Today Sam Sifton shines the Dining Section spotlight on overlooked Gramercy gem, Novita: "In any other metropolis in North America, it would be well known among that city’s best places to eat...But in New York, a lot of people have never heard of the place." Not only that. It has improved in it 16 years in existence, meaning Sifty thinks it deserves an upgrade from Reichl's one star assessment in '95. He gives her a two spot:
A plate of gramigna alla carbonara, for instance, thin strands of curled pasta with eggs, pecorino romano, guanciale and black pepper, arrives on the table as a riot of simplicity, a four-member noise band. It is outstanding, firm and pliant, salty and sweet, slick and sticky and rich...Breaded baby eggplant baked with tomato, mozzarella and Parmesan is like something out of a Bensonhurst fever dream..The pastas are just ridiculous: perfectly prepared, full of flavor, a rejoinder to low expectations.As for the entrees?
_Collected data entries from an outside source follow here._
import type { Expr, Line } from '../../../shared/maths/expression.ts';
import { mapExpr, mapLine } from '../../../shared/maths/walk.ts';
import { rateName } from './rates.ts';

/**
 * The line with dy/dx and y' as letters of their own, so that equations are solved for them like for any letter; those of
 * what was defined stay operators. A bare prime is by `by`.
 */
export function nameRates(line: Line, defined: ReadonlySet<string>, by: string): Line {
  return mapLine(line, (expr) => mapExpr(expr, (node) => nameRate(node, defined, by)));
}

function nameRate(node: Expr, defined: ReadonlySet<string>, by: string): Expr {
  if (node.kind === 'rate' && !defined.has(node.of)) {
    return { kind: 'letter', name: rateName(node), span: node.span };
  }
  if (node.kind === 'apply' && node.primes > 0 && node.args.length === 0 && !defined.has(node.name)) {
    return { kind: 'letter', name: rateName({ of: node.name, by, order: node.primes }), span: node.span };
  }
  return node;
}

/** What a bare prime is by: x where the derivation has one, else t, else x. */
export function usualVariable(lines: readonly string[]): string {
  const letters = lines.join(' ').replace(/\\[a-zA-Z]+/g, ' ');
  return !letters.includes('x') && letters.includes('t') ? 't' : 'x';
}
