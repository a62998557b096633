import type { Expr } from '../../../shared/maths/expression.ts';
import { lettersOf } from '../../../shared/maths/letters.ts';
import { compareExpressions } from '../compare/compare-expressions.ts';
import type { CheckContext } from '../context.ts';
import * as Q from '../numbers/rational.ts';
import { Unsettled } from '../solving/unsettled.ts';
import {
  addExprs,
  callOf,
  infinityExpr,
  mulExprs,
  negateExpr,
  noValueExpr,
  numberOf,
  oneExpr,
  subExprs,
  zeroExpr,
} from './build.ts';
import { hasFactorial, ratioOfTerms, withoutTowers } from './towers.ts';
import { expand } from './expand.ts';
import type { LimitValue } from './limit-value.ts';
import { byParity, turnsForEver } from './turns.ts';
import {
  compareScales,
  constantSeries,
  powerSeries,
  signOfCoefficient,
  unitScale,
  type Expansion,
  type Series,
  type SeriesTerm,
} from './series-ring.ts';

export type { LimitValue };

/** Where a letter goes: to a value from one side, or beyond all bounds. */
export interface Target {
  readonly to: Expr;
  readonly side: 'left' | 'right';
}

/** 1 or -1 for an infinity with its sign, null for anything else. */
export function infinitySign(expr: Expr): 1 | -1 | null {
  if (expr.kind === 'constant' && expr.name === 'infinity') return 1;
  if (expr.kind !== 'sum' || expr.terms.length !== 1) return null;
  const [term] = expr.terms;
  const inner = term ? infinitySign(term.expr) : null;
  if (!term || inner === null) return null;
  return term.sign === 'minus' ? (-inner as 1 | -1) : term.sign === 'plus' ? inner : null;
}

/** The limit from one side; throws Unsettled where it is not known for certain. */
export function sideLimit(expr: Expr, variable: string, target: Target, context: CheckContext): LimitValue {
  for (const steps of stepsTried) {
    try {
      const expansion: Expansion = { ...context, steps };
      return limitOfSeries(expand(expr, variable, seriesAt(target), expansion), expansion);
    } catch (cause) {
      if (
        !(cause instanceof Unsettled) ||
        cause.reason !== 'not-settled' ||
        steps === stepsTried[stepsTried.length - 1]
      )
        throw cause;
    }
  }
  throw new Unsettled('not-settled');
}

/** Few terms first: most limits need no more, and zeros among many coefficients take long to prove. */
export const stepsTried = [2, 5, 9];

/** What the letter is on its way there. */
export function seriesAt({ to, side }: Target): Series {
  const beyond = infinitySign(to);
  if (beyond !== null) return powerSeries(numberOf(beyond), Q.minusOne);
  const step = powerSeries(numberOf(side === 'left' ? -1 : 1), Q.one);
  const at = constantSeries(to);
  return { terms: [...at.terms, ...step.terms], error: null };
}

function limitOfSeries(series: Series, context: Expansion): LimitValue {
  const [lead] = series.terms;
  if (!lead) {
    if (series.error && compareScales(series.error, unitScale, context) >= 0) throw new Unsettled('not-settled');
    return { kind: 'finite', value: zeroExpr };
  }
  const order = compareScales(lead.scale, unitScale, context);
  if (order === 0) return { kind: 'finite', value: lead.coef };
  if (order < 0) return { kind: 'finite', value: zeroExpr };
  return { kind: 'infinite', sign: signOfCoefficient(lead.coef, context) as 1 | -1 };
}

/** The limit of what is defined for all real numbers near the target; none where it goes on turning. */
export function limitFromSide(expr: Expr, variable: string, target: Target, context: CheckContext): LimitValue {
  try {
    return sideLimit(expr, variable, target, context);
  } catch (cause) {
    if (!(cause instanceof Unsettled) || cause.reason === 'no-domain' || context.numbers === 'complex') throw cause;
    const inner = (part: Expr): LimitValue => sideLimit(part, variable, target, context);
    const composed = attempt(() => composedLimit(expr, variable, inner, context));
    if (composed) return composed;
    if (turnsForEver(expr, variable, inner, (a, b) => haveSameValue(a, b, context) === false)) return { kind: 'none' };
    throw cause;
  }
}

function attempt<Found>(find: () => Found): Found | null {
  try {
    return find();
  } catch (cause) {
    if (cause instanceof Unsettled) return null;
    throw cause;
  }
}

/** By the limits of the parts of a sum, a multiple or a logarithm; null where these do not say. */
function composedLimit(
  expr: Expr,
  variable: string,
  limit: (part: Expr) => LimitValue,
  context: CheckContext,
): LimitValue | null {
  const inner = (part: Expr): LimitValue => {
    const found = attempt(() => limit(part)) ?? composedLimit(part, variable, limit, context);
    if (!found) throw new Unsettled('not-covered');
    return found;
  };
  if (expr.kind === 'sum') {
    const parts = expr.terms.map(({ sign, expr: part }) => (sign === 'minus' ? negated(inner(part)) : inner(part)));
    return expr.terms.every(({ sign }) => sign === 'plus' || sign === 'minus') ? sumOfLimits(parts) : null;
  }
  if (expr.kind === 'product') {
    const moving = expr.factors.filter((factor) => lettersOf(factor).includes(variable));
    const fixed = mulExprs(...expr.factors.filter((factor) => !moving.includes(factor)));
    const [only] = moving;
    if (moving.length !== 1 || !only || moving.length === expr.factors.length) return null;
    const found = inner(only);
    if (found.kind === 'finite') return { kind: 'finite', value: mulExprs(fixed, found.value) };
    const sign = signOfCoefficient(fixed, context);
    return found.kind === 'infinite' && sign !== 0 ? { kind: 'infinite', sign: (sign * found.sign) as 1 | -1 } : null;
  }
  const [argument] = expr.kind === 'call' && (expr.name === 'ln' || expr.name === 'abs') ? expr.args : [];
  if (expr.kind !== 'call' || !argument) return null;
  const found = inner(argument);
  if (found.kind === 'infinite') return expr.name === 'abs' || found.sign > 0 ? { kind: 'infinite', sign: 1 } : null;
  if (found.kind !== 'finite') return null;
  if (expr.name === 'abs') return { kind: 'finite', value: callOf('abs', found.value) };
  return signOfCoefficient(found.value, context) > 0 ? { kind: 'finite', value: callOf('ln', found.value) } : null;
}

function negated(limit: LimitValue): LimitValue {
  if (limit.kind === 'finite') return { kind: 'finite', value: negateExpr(limit.value) };
  return limit.kind === 'infinite' ? { kind: 'infinite', sign: limit.sign > 0 ? -1 : 1 } : limit;
}

function sumOfLimits(parts: readonly LimitValue[]): LimitValue | null {
  if (parts.some(({ kind }) => kind === 'none')) return null;
  const signs = new Set(parts.flatMap((part) => (part.kind === 'infinite' ? [part.sign] : [])));
  if (signs.size > 1) return null;
  if (signs.size === 1) return { kind: 'infinite', sign: signs.has(1) ? 1 : -1 };
  return { kind: 'finite', value: addExprs(...parts.flatMap((part) => (part.kind === 'finite' ? [part.value] : []))) };
}

/** Null where it is not certain. */
function haveSameValue(a: LimitValue, b: LimitValue, context: CheckContext): boolean | null {
  if (a.kind === 'infinite' && b.kind === 'infinite') return a.sign === b.sign;
  if (a.kind !== 'finite' || b.kind !== 'finite') return false;
  const found = compareExpressions(a.value, b.value, context);
  return found.kind === 'equal' ? true : found.kind === 'different' ? false : null;
}

function joined(a: LimitValue, b: LimitValue, context: CheckContext): LimitValue {
  if (a.kind === 'none' || b.kind === 'none') return { kind: 'none' };
  const areSame = haveSameValue(a, b, context);
  if (areSame === null) throw new Unsettled('not-settled');
  return areSame ? a : { kind: 'none' };
}

/** Letters that stand for whole numbers by custom. */
const usualWhole: ReadonlySet<string> = new Set(['n', 'k', 'm', 'N']);

const beyondAll: Target = { to: infinityExpr, side: 'right' };

/** The limit of a sequence, or those of its even and of its odd terms. Throws Unsettled. */
export function sequenceLimits(expr: Expr, index: string, context: CheckContext): readonly LimitValue[] {
  return (byParity(expr, index, context) ?? [expr]).map((part) => limitOfTerms(part, index, context));
}

/** Factorials and powers that cancel are left out; a sequence with factorials tends to 0 where its terms' ratio is below 1. */
function limitOfTerms(expr: Expr, index: string, context: CheckContext): LimitValue {
  const isSteep = hasFactorial(expr, index);
  const plain = isSteep ? withoutTowers(expr, index, context) : null;
  if (plain) return sideLimit(plain, index, beyondAll, context);
  if (isSteep && lettersOf(expr).length === 1 && shrinks(expr, index, context))
    return { kind: 'finite', value: zeroExpr };
  try {
    return sideLimit(expr, index, beyondAll, context);
  } catch (cause) {
    const simpler = cause instanceof Unsettled && !isSteep ? withoutTowers(expr, index, context) : null;
    if (!simpler) throw cause;
    return sideLimit(simpler, index, beyondAll, context);
  }
}

function shrinks(expr: Expr, index: string, context: CheckContext): boolean {
  const ratio = ratioOfTerms(expr, index, context);
  const sign = attempt(() => {
    const found = ratio && sideLimit(ratio, index, beyondAll, context);
    if (found?.kind !== 'finite') return 0;
    return signOfCoefficient(subExprs(oneExpr, mulExprs(found.value, found.value)), context);
  });
  return sign === 1;
}

/** The largest term of a sequence far out, in powers of 1/k. Throws Unsettled. */
export function leadBeyond(expr: Expr, index: string, context: CheckContext): SeriesTerm | null {
  for (const steps of stepsTried) {
    const [lead] = expand(expr, index, seriesAt(beyondAll), { ...context, steps }).terms;
    if (lead) return lead;
  }
  return null;
}

/** A sequence: where its terms change their sign, the limits of every other one. */
function limitOfSequence(expr: Expr, variable: string, context: CheckContext): LimitValue {
  const [even, odd] = sequenceLimits(expr, variable, context);
  return even && odd ? joined(even, odd, context) : (even as LimitValue);
}

/** The limit as it is written: from both sides it has a value only where these agree. */
export function limitOf(node: Extract<Expr, { kind: 'limit' }>, context: CheckContext): LimitValue {
  const { operand, variable, to, side } = node;
  const from = (way: 'left' | 'right'): LimitValue => limitFromSide(operand, variable, { to, side: way }, context);
  const beyond = infinitySign(to);
  if (beyond === 1 && (usualWhole.has(variable) || context.wholeLetters.has(variable)))
    return limitOfSequence(operand, variable, context);
  if (beyond !== null) return from('right');
  return side === 'both' ? joined(from('right'), from('left'), context) : from(side);
}

/** A limit as an expression: an infinity, or one without a value, where it is one. */
export function limitExpr(limit: LimitValue): Expr {
  switch (limit.kind) {
    case 'finite':
      return limit.value;
    case 'infinite':
      return limit.sign > 0 ? infinityExpr : negateExpr(infinityExpr);
    case 'none':
      return noValueExpr;
  }
}
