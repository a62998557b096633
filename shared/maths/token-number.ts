import { isBlank, isDigit, type Scanner } from './scanner.ts';

/**
 * A number, as `12`, `3.5` or `0.1(6)` in the token's text: digits that are displayed next to each other belong
 * together, so blanks between them do not count, and `{,}` or `\,` may group thousands.
 */
export function readNumber(scanner: Scanner): void {
  const start = scanner.at;
  let text = digits(scanner) || '0';
  text = grouped(scanner, text);
  const point = scanner.settings.decimal === 'comma' ? ',' : '.';
  const braced = `{${point}}`;
  const { source } = scanner;
  const mark = source[scanner.at] === point ? 1 : source.startsWith(braced, scanner.at) ? 3 : 0;
  if (mark > 0 && startsDecimals(source, scanner.at + mark)) {
    scanner.at += mark;
    text += '.' + digits(scanner) + repeating(scanner);
    if (source[scanner.at] === '.' && source[scanner.at + 1] === '.') scanner.fail('bad-number', start, scanner.at + 2);
  } else if (source[scanner.at] === '.' && isDigit(source.charCodeAt(scanner.at + 1))) {
    scanner.fail('bad-number', start, scanner.at + 1, [',']);
  }
  scanner.push('number', text, start);
}

function startsDecimals(source: string, at: number): boolean {
  return (
    isDigit(source.charCodeAt(at)) || (source[at] === '\\' && REPEATING.some((name) => source.startsWith(name, at)))
  );
}

const REPEATING = ['\\overline', '\\dot', '\\bar'];

/** Digits up to the first other character; blanks are jumped over only when a digit follows. */
function digits(scanner: Scanner): string {
  const { source } = scanner;
  let text = '';
  let at = scanner.at;
  for (;;) {
    const from = at;
    while (isDigit(source.charCodeAt(at))) at += 1;
    text += source.slice(from, at);
    if (at > from) scanner.at = at;
    if (!isBlank(source.charCodeAt(at))) return text;
    while (isBlank(source.charCodeAt(at))) at += 1;
    if (!isDigit(source.charCodeAt(at))) return text;
  }
}

/** `1\,000\,000` and `1{,}000`: groups of exactly three. */
function grouped(scanner: Scanner, first: string): string {
  const { source, settings } = scanner;
  let text = first;
  const separators = settings.decimal === 'comma' ? ['\\,', '{.}', '.'] : ['\\,', '{,}'];
  for (;;) {
    const separator = separators.find((mark) => source.startsWith(mark, scanner.at));
    if (separator === undefined || (text.length > 3 && text === first)) return text;
    const from = scanner.at + separator.length;
    if (!isGroup(source, from)) return text;
    text += source.slice(from, from + 3);
    scanner.at = from + 3;
  }
}

function isGroup(source: string, from: number): boolean {
  for (let at = from; at < from + 3; at += 1) if (!isDigit(source.charCodeAt(at))) return false;
  return !isDigit(source.charCodeAt(from + 3));
}

/** `\overline{36}`, `\dot3` or `\dot1 4\dot7` after the decimal point, as `(36)`. */
function repeating(scanner: Scanner): string {
  const { source, at: start } = scanner;
  const name = REPEATING.find((command) => source.startsWith(command, start));
  if (name === undefined) return '';
  scanner.at += name.length;
  const first = scanner.rawArgument().trim();
  let period = first;
  if (name === '\\dot') {
    const between = digits(scanner);
    if (source.startsWith('\\dot', scanner.at)) {
      scanner.at += 4;
      period += between + scanner.rawArgument().trim();
    } else if (between !== '') scanner.fail('bad-number', start, scanner.at, ['\\dot']);
  }
  if (!/^\d{1,200}$/.test(period)) scanner.fail('bad-number', start, scanner.at, ['\\overline{3}']);
  return `(${period})`;
}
Less successful but not total botch jobs, Sifton says. Order a bunch of pastas, share with the table, enjoy the setting, and in the end, "It is hard to eat there and not think yourself lucky." [NYT]
Though befuddled by the weird, ever changing menu, Robert Sietsema likes Roman's in Fort Greene: "most of the seating is at tight two-tops, destined to be occupied by earnest dating couples puzzling over the menu while struggling to make themselves heard above the ungodly din...Despite ordering confusion...the food at Roman's can be spectacular." [VV]
Gael Greene reports that the Upper West Side is nuts for the new location of Five Napkin Burger: " A huddle of early-birds gathered outside last Monday when the door officially opened at 5 pm and unfettered flocks have been piling in ever since, perching at the bar or clustered in the small entry waiting for a table." But perhaps they shouldn't be: "The sprawling greaser is not seared and it’s barely warm, almost raw." [Insatiable Critic]
Plattypants files a twofer this week, awarding one star each to newcomers Tipsy Parson, from the owners of the Little Giant, and Corsino, the newest in the 'ino family. On the former: "You can get a mini-appetizer of oysters fried in cornmeal (very good), and fried chicken livers (not so good)...Most of the other dishes...tasted like generic restaurant food, overlaid with a cloying southern sweetness. And the latter: "None of the pastas or entrées costs over $20, and most are competent in a serviceable, professional way, but not outstanding." [NYM]
THE ELSEWHERE: Dave Cook files an Under on the fufu at Papaye in the Bronx, The Wall Street Journal compares the wine list, quality of food at Veritas and Apiary, Sarah DiGregorio finds both "junky-good" and good-good food at Midtown newcomer Izakaya Moku, TONY tries out two new museum restaurants The Wright and Robert, Tables for Two is a fan of the lamb burger at The Breslin, and Restaurant Girl has killer crab cakes and fried chicken at Choptank.
THE BLOGS: The Food Doc tries the first night of Locanda Verde's all you can eat pasta dinner, Goodies First gets a sampling of Sho Shaun Hergatt for Restaurant Week, Ed Levine gives an A, a B, and a B+ to Katz's Delicatessen, NY Journal finds excellent aps, cold and overpriced entrees at Colicchio & Sons, Immaculate Infatuation deems the food at Lebanese newcomer Balade almost as good as grandma's, and Carroll Gardens Diary has a rave for Luna Rossa on Court Street.